Bandingkan Spesifikasi yang Setara

Periksa kapasitas, tinggi tiang mast, garpu, ban, konfigurasi baterai atau mesin, pengisi daya, perlengkapan tambahan, dan peralatan keselamatan. Penawaran yang lebih rendah mungkin hanya karena tidak menyertakan peralatan yang disertakan oleh pemasok lain.

Hitung Biaya Total Tiba di Lokasi (Landed Cost)

Tambahkan harga pabrik, transportasi darat, biaya ekspor, angkutan laut/udara, asuransi, bea masuk, biaya kepabeanan, dan pengiriman ke lokasi Anda. Konversikan semua penawaran ke Incoterm yang sama sebelum membandingkannya.

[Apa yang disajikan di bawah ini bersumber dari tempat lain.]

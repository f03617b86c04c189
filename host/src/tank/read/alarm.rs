//! `[alarm]`.

use super::field::{Range, field};
use super::section::Section;
use crate::tank::model::{Alarms, Threshold};
use crate::units::Quantity::Time;

/// Longest delay or time that an alarm works with, s: one week.
const LONGEST_S: f64 = 604_800.0;
/// Longest window of the inflow, s: in it the device's ticks are exact.
const LONGEST_WINDOW_S: f64 = 4.0 * 3600.0;
const WRITE_THRESHOLD: &str = "{ utilisation = 0.85, deadband = 0.02, on_delay = \"10 s\", \
                               off_delay = \"60 s\" }";

pub(super) fn alarms(root: &mut Section<'_>) -> Option<Alarms> {
    let mut section = root.table("alarm", "[alarm] with warn, alarm and response_time")?;
    let span = section.span;
    let warn = section.need_table("warn", WRITE_THRESHOLD).and_then(threshold);
    let alarm = section.need_table("alarm", WRITE_THRESHOLD).and_then(threshold);
    let inward_given = section.item("inward").is_some();
    let inward = section.table("inward", WRITE_THRESHOLD).and_then(threshold);
    let response = section.need(field(
        "response_time",
        Time,
        Range::above(0.0, LONGEST_S),
        "\"15 min\", from the alarm until the filling has stopped",
    ));
    let again = section.take(field(
        "sounds_again_after",
        Time,
        Range::above(0.0, LONGEST_S),
        "\"10 min\", after an acknowledgement while the condition stands",
    ));
    let window = section.take(field(
        "inflow_window",
        Time,
        Range::between(1.0, LONGEST_WINDOW_S),
        "\"5 min\", over which the inflow is taken for the time to limit; it lags by as much",
    ));
    section.finish();
    if inward_given && inward.is_none() {
        return None;
    }
    Some(Alarms {
        warn: warn?,
        alarm: alarm?,
        inward,
        response_time_s: response?,
        inflow_window_s: window,
        sounds_again_after_s: again,
        span,
    })
}

fn threshold(mut section: Section<'_>) -> Option<Threshold> {
    let span = section.span;
    let utilisation =
        section.need_ratio("utilisation", Range::SHARE, "0.85, the share of the capacity");
    let deadband = section.need_ratio(
        "deadband",
        Range::between(0.0, 1.0),
        "0.02, how far below the threshold it has gone again",
    );
    let delays = Range::between(0.0, LONGEST_S);
    let on = section.need(field("on_delay", Time, delays, "\"10 s\", before it counts"));
    let off = section.need(field("off_delay", Time, delays, "\"60 s\", before it has gone"));
    let latch = section.flag("latch").is_some_and(|latch| latch.value);
    section.finish();
    Some(Threshold {
        utilisation: utilisation?,
        deadband: deadband?,
        on_delay_s: on?,
        off_delay_s: off?,
        latch,
        span,
    })
}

Sertakan Opsi dan Kebutuhan Aplikasi

Tiang mast khusus, side shifter, penentu posisi garpu, baterai yang lebih besar, ban non-bekas, kabin, kamera, dan opsi lainnya dapat mengubah harga akhir secara signifikan.

Perkirakan Biaya Kepemilikan

Pertimbangkan pemeliharaan yang diharapkan, suku cadang pengganti, energi atau bahan bakar, penggantian baterai jika berlaku, dan waktu henti. Harga awal yang sedikit lebih tinggi dapat menghasilkan total biaya yang lebih rendah selama beberapa tahun.

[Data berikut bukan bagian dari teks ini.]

//! How fast samples are decoded, beside codec 0 and a plain copy. Printed, never judged: run
//! `cargo test --release -p strake --test journal -- --ignored --nocapture decoding`.

use crate::recorded::sectors;
use crate::series::{Logged, slow};
use std::hint::black_box;
use std::time::Instant;
use strake_core::journal::block::encode_samples;
use strake_core::journal::samples::Chain;
use strake_core::journal::{Entry, Item, PAGE_BYTES, PageReader, Place, Sample, Word};

/// Passes over the input.
const PASSES: u32 = 200;

/// Samples of six to a block, as pages of a sector without header.
fn pages(samples: &[Sample], wait: usize) -> Vec<[u8; PAGE_BYTES]> {
    let (mut pages, mut chain, mut offset) = (vec![[0xFF; PAGE_BYTES]], Chain::default(), 0_u16);
    for part in samples.chunks(wait) {
        let mut rest = part;
        while !rest.is_empty() {
            let mut out = [0; PAGE_BYTES];
            let place = Place { sequence: 0, offset, word: Word::Four };
            if let Some(encoded) = encode_samples(place, rest, &mut chain, &mut out) {
                let at = usize::from(offset);
                pages.last_mut().unwrap()[at..at + encoded.len]
                    .copy_from_slice(&out[..encoded.len]);
                offset += u16::try_from(encoded.len).unwrap();
                rest = &rest[encoded.taken..];
            } else {
                offset = 256;
            }
            if offset == 256 {
                pages.push([0xFF; PAGE_BYTES]);
                chain.turn_page();
                offset = 0;
            }
        }
    }
    pages
}

/// Entries a second and the entries of one pass.
fn rate(mut pass: impl FnMut() -> u64) -> (f64, u64) {
    let entries = pass();
    let begin = Instant::now();
    for _ in 0..PASSES {
        black_box(pass());
    }
    #[expect(clippy::cast_precision_loss, reason = "a few million")]
    let all = (entries * u64::from(PASSES)) as f64;
    (all / begin.elapsed().as_secs_f64(), entries)
}

fn count<'a>(items: impl Iterator<Item = Item<'a>>) -> u64 {
    let mut entries = 0;
    for item in items {
        match item {
            Item::Entry(Entry::Sample(sample)) => {
                black_box(sample);
                entries += 1;
            }
            Item::Entry(_) => entries += 1,
            Item::State { .. } | Item::Damage(_) => {}
        }
    }
    entries
}

#[test]
#[ignore = "a measurement; it prints"]
fn decoding() {
    let samples = slow("tide_newlondon_6min.csv", Logged::WithNoise);
    for wait in [6, 30] {
        let pages = pages(&samples, wait);
        let (per_s, entries) = rate(|| {
            let place = Place { sequence: 0, offset: 0, word: Word::Four };
            pages.iter().map(|page| count(PageReader::at(page, 0, place))).sum()
        });
        assert_eq!(entries, samples.len() as u64);
        println!("tide, {wait} to a block: {:.1} million samples/s", per_s / 1e6);
    }
    let (copied_per_s, _) = rate(|| black_box(samples.clone()).len() as u64);
    println!("copying decoded samples: {:.1} million/s", copied_per_s / 1e6);
    for file in ["codec_0.strake-journal", "codec_1.strake-journal"] {
        let sectors = sectors(file);
        let (per_s, entries) = rate(|| {
            let readers = sectors.iter().map(|s| strake_core::journal::SectorReader::new(s));
            readers.map(|reader| count(reader.unwrap())).sum()
        });
        println!("{file}: {:.1} million entries/s, {entries} entries", per_s / 1e6);
    }
}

Saran dari Pemasok Forklift

Dari pengalaman saya sebagai pemasok forklift, perbandingan yang paling andal adalah meminta spesifikasi yang sama dari beberapa pemasok, menormalkan ketentuan pengiriman, lalu menambahkan perkiraan biaya purna jual dan operasional. Penawaran termurah tidak selalu merupakan pembelian dengan biaya terendah.

Kesimpulan

Hitung biaya pemasok forklift menggunakan total biaya tiba di lokasi dan biaya kepemilikan, bukan hanya harga satuan. Hal ini memudahkan identifikasi perbedaan tersembunyi dan membantu pembeli memilih pemasok berdasarkan nilai jangka panjang.